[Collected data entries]
--------------------------------------------------

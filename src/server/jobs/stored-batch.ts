/** Gives the content of a batch that is in: from its file, or computed again when the file was lost or damaged. */
import { Job, type Batch } from '@db/models/jobs.ts';
import { eventsPerCycle } from '@/engine/run-points.ts';
import { log } from '../log.ts';
import { batchTask, networksOfJob } from './batch-task.ts';
import { loadBatch, storeBatch, type BatchContent } from './batch-file.ts';
import { executor } from './executor.ts';

/** The complete replicates of the batch; never charged again, whatever had to be computed again. */
export async function storedBatch(job: Job, batch: Batch): Promise<BatchContent> {
  const name = batch.file;
  if (!name) throw new Error(`Batch ${batch.id} is ${batch.state} and has no file.`);
  const stored = await loadBatch({ jobId: job.id, name, sha256: batch.fileSha256 ?? null });
  if (stored) return stored;
  const present = await Job.findByPk(job.id);
  if (present?.archiveRevision !== job.archiveRevision)
    throw new Error(`The batches of ${job.id} have made room for its results.`);
  log().warn({ jobId: job.id, batchId: batch.id }, 'batch file lost or damaged; computing it again');
  const content = await executor().run(
    batchTask({
      job,
      networks: await networksOfJob(job),
      firstReplicate: batch.firstReplicate,
      replicateCount: batch.completeReplicates,
    }),
  );
  const events = eventsPerCycle(content.points).reduce((sum, value) => sum + value, 0);
  if (content.replicateCount !== batch.completeReplicates || events !== batch.events)
    throw new Error(`Batch ${batch.id} came out differently when computed again.`);
  await storeBatch({ jobId: job.id, name, content: { ...content, failure: batch.failure ?? null } });
  return content;
}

--------------------------------------------------

_WHAT TO PRODUCE_
Repeat every entry above exactly, leaving nothing out.

_TASK SOLUTION_
filename src/server/jobs/stored-batch.ts
/** Gives the content of a batch that is in: from its file, or computed again when the file was lost or damaged. */
import { Job, type Batch } from '@db/models/jobs.ts';
import { eventsPerCycle } from '@/engine/run-points.ts';
import { log } from '../log.ts';
import { batchTask, networksOfJob } from './batch-task.ts';
import { loadBatch, storeBatch, type BatchContent } from './batch-file.ts';
import { executor } from './executor.ts';

/** The complete replicates of the batch; never charged again, whatever had to be computed again. */
export async function storedBatch(job: Job, batch: Batch): Promise<BatchContent> {
  const name = batch.file;
  if (!name) throw new Error(`Batch ${batch.id} is ${batch.state} and has no file.`);
  const stored = await loadBatch({ jobId: job.id, name, sha256: batch.fileSha256 ?? null });
  if (stored) return stored;
  const present = await Job.findByPk(job.id);
  if (present?.archiveRevision !== job.archiveRevision)
    throw new Error(`The batches of ${job.id} have made room for its results.`);
  log().warn({ jobId: job.id, batchId: batch.id }, 'batch file lost or damaged; computing it again');
  const content = await executor().run(
    batchTask({
      job,
      networks: await networksOfJob(job),
      firstReplicate: batch.firstReplicate,
      replicateCount: batch.completeReplicates,
    }),
  );
  const events = eventsPerCycle(content.points).reduce((sum, value) => sum + value, 0);
  if (content.replicateCount !== batch.completeReplicates || events !== batch.events)
    throw new Error(`Batch ${batch.id} came out differently when computed again.`);
  await storeBatch({ jobId: job.id, name, content: { ...content, failure: batch.failure ?? null } });
  return content;
}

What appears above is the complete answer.